Hadronic Diffraction: Where do we Stand?

TL;DR

This paper reviews experimental data on hadronic diffraction, highlighting how diffractive processes can be understood through a QCD-based partonic picture involving low-x partons and rapidity gaps.

Contribution

It presents a unified framework for understanding both soft and hard diffraction using factorization and parton distribution functions within QCD.

Findings

Diffractive cross sections factorize into total cross section and gap formation probability.

Normalizing gap probability yields consistent cross sections for various diffraction types.

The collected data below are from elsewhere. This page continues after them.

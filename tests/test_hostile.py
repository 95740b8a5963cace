"""Property tests: whatever a feed sends, the public API answers with statuses, not crashes.

Over ``price``, ``implied_vol``, ``greeks``, ``sweep`` and the ``price`` command line:

* data problems (any float: NaN, +-inf, +-0, subnormals, huge, negative; nulls; odd
  call/put words; far-away timestamps) give a documented status, never an exception;
* schema problems (a missing, duplicated or mistyped column) raise ``ValueError`` or
  ``TypeError`` whose message names the column;
* the output has the input's rows in the input's order, and the input (numpy arrays in a
  dict included) is left exactly as it was;
* every status is in the vocabulary, ``ok`` values are finite, other rows are null;
* the chunk layout of the input does not change a bit of the output.

Examples are derandomised (the same ones every run, for reproducible CI: the profile in
tests/conftest.py); set ``VOLSWEEP_HYPOTHESIS_RANDOM=1`` to explore new ones.
"""

import datetime as dt

import numpy as np
import pyarrow as pa
import pyarrow.parquet as pq
import pytest
from hypothesis import HealthCheck, given, settings
from hypothesis import strategies as st

import volsweep
from volsweep.cli import main as cli_main
from volsweep.kernel import registry
from test_fuzz import check_invariants, same_table

# derandomised by the suite's hypothesis profile (tests/conftest.py)
PROPERTY = settings(max_examples=80,
                    suppress_health_check=[HealthCheck.too_slow, HealthCheck.data_too_large])

SPECIAL = [np.nan, np.inf, -np.inf, 0.0, -0.0, 5e-324, 2.2250738585072014e-308, 1e-300,
           1e300, 1.7976931348623157e308, -1.0, -1e-300, -1.7976931348623157e308]
WORDS = ["call", "put", "C", "p", " Call ", "PUT", "x", "", "cal", "\u00e7all", "put\x00"]
GREEKS_TWO = ["delta", "vega"]
SWEEP_FOUR = ("delta", "gamma", "vega", "theta")  # the mask tests/test_sweep.py compiles

# (operation, model) -> (function, keyword arguments, quote columns, primary outputs,
# secondary outputs, extra (status, outputs) pairs)
OPS = {
    "price": (volsweep.price, {}, (), ["price"], [], []),
    "iv": (volsweep.implied_vol, {}, ("premium",), ["iv"], [], []),
    "iv_bid_ask": (volsweep.implied_vol, {}, ("bid", "ask"), ["iv"],
                   ["iv_spread_uncertainty"],
                   [("status_bid", ["iv_bid"]), ("status_ask", ["iv_ask"])]),
    "greeks": (volsweep.greeks, {}, (), [], None, []),
    "greeks_two": (volsweep.greeks, {"which": GREEKS_TWO, "units": "desk"}, (), [],
                   GREEKS_TWO, []),
    "sweep": (volsweep.sweep, {}, ("premium",), ["iv"], None, []),
    "sweep_bid_ask": (volsweep.sweep, {"which": SWEEP_FOUR}, ("bid", "ask"), ["iv"],
                      ["iv_spread_uncertainty", *SWEEP_FOUR],
                      [("status_bid", ["iv_bid"]), ("status_ask", ["iv_ask"])]),
}


def _all_greeks(model):
    return list(registry.model(model).greeks)


def _needs_vol(op):
    return op in ("price", "greeks", "greeks_two")


def _required(op, model):
    """Input columns of one operation, in our default names."""
    cols = [registry.model(model).underlying, "strike", "expiry_years", "rate", "is_call"]
    if _needs_vol(op):
        cols.append("vol")
    cols += list(OPS[op][2])
    return cols


# ------------------------------------------------------------------------- strategies

def _hostile_value():
    return st.one_of(st.sampled_from(SPECIAL), st.none(),
                     st.floats(allow_nan=True, allow_infinity=True, allow_subnormal=True))


@st.composite
def hostile_tables(draw, op, model, min_rows=0, max_rows=24):
    """A pyarrow Table for ``op`` (with an ``id`` column, and ``div_yield`` for BSM):
    plausible market rows from a drawn seed, then hostile values (any float, the special
    values, nulls, odd call/put words) dropped anywhere, and chunk cuts anywhere."""
    n = draw(st.integers(min_rows, max_rows))
    rng = np.random.default_rng(draw(st.integers(0, 2 ** 32 - 1)))
    S = rng.lognormal(np.log(100.0), 0.5, n)
    K = S * np.exp(rng.normal(0.0, 0.3, n))
    is_call = rng.random(n) < 0.5
    prem = np.where(is_call, np.maximum(S - K, 0), np.maximum(K - S, 0)) + S * rng.uniform(
        0.001, 0.2, n)
    half = prem * rng.uniform(0.0, 0.05, n)
    plausible = {"spot": S, "forward": S, "strike": K,
                 "expiry_years": rng.uniform(0.01, 3.0, n), "rate": rng.uniform(0, 0.1, n),
                 "div_yield": rng.uniform(0, 0.05, n), "vol": rng.uniform(0.05, 1.0, n),
                 "premium": prem, "bid": prem - half, "ask": prem + half,
                 "shift": rng.uniform(0.0, 0.05, n)}
    names = _required(op, model) + [x.name for x in registry.model(model).extras]
    cols = {"id": np.arange(n)}
    for name in names:
        cols[name] = (list(is_call) if name == "is_call" else list(plausible[name]))
    words = draw(st.booleans())
    if words:
        cols["is_call"] = ["call" if c else "put" for c in cols["is_call"]]
    if n:
        floats = [c for c in names if c != "is_call"]
        damage = draw(st.lists(st.tuples(st.integers(0, n - 1), st.sampled_from(floats),
                                         _hostile_value()), max_size=2 * n))
        for i, name, v in damage:
            cols[name][i] = v
        odd = st.sampled_from(WORDS) if words else st.booleans()
        for i, v in draw(st.lists(st.tuples(st.integers(0, n - 1),
                                            st.one_of(odd, st.none())), max_size=n // 2 + 1)):
            cols["is_call"][i] = v
    table = pa.table({c: (pa.array(v, pa.string() if words else pa.bool_()) if c == "is_call"
                          else pa.array(v, pa.int64() if c == "id" else pa.float64()))
                      for c, v in cols.items()})
    cuts = sorted(draw(st.lists(st.integers(0, n), max_size=4)))
    edges = [0, *cuts, n]
    return pa.concat_tables([table.slice(a, b - a) for a, b in zip(edges[:-1], edges[1:])]
                            ) if n else table


def _deep_copy(table: pa.Table) -> pa.Table:
    """A copy in fresh buffers (through the Arrow IPC format), to prove nothing was written."""
    sink = pa.BufferOutputStream()
    with pa.ipc.new_stream(sink, table.schema) as w:
        w.write_table(table)
    return pa.ipc.open_stream(sink.getvalue()).read_all()


class _Stream:
    """Any object with the Arrow PyCapsule stream interface (as pandas or polars give)."""

    def __init__(self, table):
        self.table = table

    def __arrow_c_stream__(self, requested_schema=None):
        return self.table.__arrow_c_stream__(requested_schema)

Diffraction is mediated by low-x partons under color constraints.

Abstract

Experimental results on hadronic soft and hard diffractive processes are reviewed with emphasis on aspects of the data that point to the underlying QCD mechanism for diffraction. Diffractive differential cross sections are shown to be factorized into two terms, one representing the total cross section at the reduced energy, corresponding to the rapidity region(s) in which there is particle production, and another interpreted as the probability of formation of the rapidity gap(s) characterizing diffraction. By (re)normalizing the term of gap formation probability to unity, cross sections for single, central, and multiple rapidity gap soft diffraction, as well as structure functions for hard diffraction processes, are obtained from the underlying inclusive parton distribution functions. A unified partonic picture emerges, in which diffraction appears to be mediated by the exchange of low-x partons subject to color constraints.